Actually…..many people don’t know this but I decided to retire last year. All my friends knew, but I just did not make it public. I received a proposal to transition over to MMA, and because of that I was to dedicating my career only to MMA but things didn’t work out. After that setback my professor Fabio Gurgel and my friends started to motivate me to compete again. Fabio came to my house last year and we talked a lot. I remember I spoke with him and told him that I was going to compete again, and if I got 8 I would go for 10. I’m just so competitive and it’s been like this my whole life, if I decide to do something I give 100% to make sure I will be ready to perform the way that I want, it’s going to always be like that. But now I feel that I’m there more for my friends and students, to help them and see them reaching their goals instead of mine. It makes me happy and honestly satisfies me just as much.
What are your thoughts on the recent increase in submission only tournaments?
I love the submission only events. But to me, the problem is that so many competitors don’t embrace the idea/concept of the rules and that’s why we see so many draws. Most of them are fighting to not tap, and then they leave the mat happy because they didn’t tap, isn’t how I am. My first and only submission only event I fought against a tough opponent, almost 30lbs heavier than me. I did my best and fought well but I just couldn’t submit him. I left so frustrated that I couldn’t sleep for a couple of days. I felt the same as being defeated.
Would you be interested in any super fights? If so, who would you like to face?
There are definitely some athletes that I admire and that I would like to face one day. I’ve always been interested in facing Caio Terra in a NOGI match with submission only rules.
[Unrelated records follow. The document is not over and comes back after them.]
using DistillPlan.Core.Library;
using DistillPlan.Tui.Model;
using DistillPlan.Tui.Views;
using Terminal.Gui.App;
using Terminal.Gui.Drivers;
using Terminal.Gui.Input;

namespace DistillPlan.Tui.Tests;

/// <summary>Questions answered like a user pressing Enter (the default, last button) unless told otherwise; paths from a queue.</summary>
internal sealed class FakeDialogs : IPlannerDialogs
{
    public List<(string Title, string[] Buttons)> Asked { get; } = [];
    /// <summary>Chooses a button; the default is what Enter picks: the last one.</summary>
    public Func<string[], int?> Answer { get; set; } = buttons => buttons.Length - 1;
    public Queue<string?> Paths { get; } = new();
    public List<string> PathTitles { get; } = [];
    public int? Picked { get; set; } = 0;

    public int? Ask(string title, string message, params string[] buttons)
    {
        Asked.Add((title, buttons));
        return Answer(buttons);
    }

    public string? OpenPath(string title, string? startFolder) { PathTitles.Add(title); return Paths.Count > 0 ? Paths.Dequeue() : null; }
    public string? SavePath(string title, string suggested) { PathTitles.Add(title); return Paths.Count > 0 ? Paths.Dequeue() : null; }
    public int? Pick(string title, IReadOnlyList<string> items) => Picked;
}

/// <summary>Requests held until the test releases them, in any order: planning "off the UI thread" without threads or clocks.</summary>
internal sealed class HeldScheduler : IPlanScheduler
{
    public List<(Func<PlanOutcome> Compute, Action<PlanOutcome> Deliver)> Held { get; } = [];
    public void Request(Func<PlanOutcome> compute, Action<PlanOutcome> deliver) => Held.Add((compute, deliver));

    public void Release(int index)
    {
        var (compute, deliver) = Held[index];
        deliver(compute());
    }
}

/// <summary>The planner window in Terminal.Gui's ANSI driver at a fixed size, with fake dialogs and a temporary folder.</summary>
internal sealed class PlannerHarness : IDisposable
{
    public IApplication App { get; }
    public PlannerWindow Window { get; }
    public PlannerViewModel Vm { get; }
    public FakeDialogs Dialogs { get; } = new();
    public string Dir { get; } = Directory.CreateTempSubdirectory("dp-tui-").FullName;
    public RecentPlans Recent { get; }
    private readonly SessionToken _session;

    public PlannerHarness(int width = 80, int height = 24, PlannerViewModel? vm = null)
    {
        App = Application.Create();
        App.Init(DriverRegistry.Names.ANSI);
        App.Driver!.SetScreenSize(width, height);
        Vm = vm ?? new PlannerViewModel(TestLibrary.Library);
        Recent = new RecentPlans(Path.Combine(Dir, "config", "recent-plans.txt"));
        Window = new PlannerWindow(Vm, Path.Combine(Dir, "solvents.yaml"), Dialogs, Recent);
        Window.AttachTo(App);
        _session = App.Begin(Window)!;
        Window.FocusSearch();
        App.LayoutAndDraw();
    }

    public void Dispose()
    {
        // Nothing to keep: leaving must not ask (the test's own questions are over).
        Dialogs.Answer = _ => 0;
        App.End(_session);
        Window.Dispose();
        App.Dispose();
        Directory.Delete(Dir, recursive: true);
    }

    public string Screen()
    {
        App.LayoutAndDraw();
        return App.Driver!.ToString() ?? "";
    }

    public string[] Lines() => Screen().Split('\n');

    public void Type(string text)
    {
        var injector = App.GetInputInjector();
        foreach (char ch in text) injector.InjectKey(new Key(ch));
    }

    /// <summary>Inject a fresh Key (injecting marks the instance handled, so never the static KeyMap ones).</summary>
    public void Press(Key key) => App.GetInputInjector().InjectKey(new Key(key));

    public void Press(Key key, int times) { for (int i = 0; i < times; i++) Press(key); }
}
He is a world champion so many times in NOGI and I would like to see if he’s as good as he is marking himself OR, he just won so many times because he’s lucky for not having so many guys in his division.
What’re you thoughts on IBJJF vs Submission-only competitions?
I’ve competed under the IBJJF my whole career. It’s great what they have been doing for the sport, working really hard to provide the best for the athletes. At the IBJJF you will see most of the competitors leaving everything on the mat because at the end there are no draws and there will only be one champion. You need to take every risk to be number one. Though, as I said before the idea of submission only is great. They just have to create the best match up’s because that way even if the submission doesn’t happen we will be able to see a great entertaining match. Plus, the submission only events are trying to make the sport more professional by paying all of the athletes, which is fantastic.
The IBJJF is trying to do the same, I just think that instead of paying the PRO which is a completely different division, they should save that money to pay the most important competition, that being the World Championship.
Toughest person you’ve grappled against?
I think it’s unfair to say only one name when you’re part of the best team in the world, a team with so many phenomenal teammates. The only thing I can say is that a few times I wanted to cry because of the sequence of the rolls I had to do. 10 minute rounds with each, starting with Cobrinha, then Mario Reis, then Lucas Lepri, then Michael Langhi, then Monstrinho and Laercio.. it’s nothing easy. But, I’m blessed because I know without my team I couldn’t have gotten this far.
Who do you like to watch/ who’s your favorite grappler?
I could tell you a lot of names from my team but I will pick someone from outside. I really like to watch Rodolfo Viera competing. He’s so technical, with an aggressive style and he’s always looking for the submission. It’s the perfect combination.
Do you still plan on fighting mma?
I still think about it and I see myself as a champion If I decide to do. And I’ve been talking with some people….so maybe one day.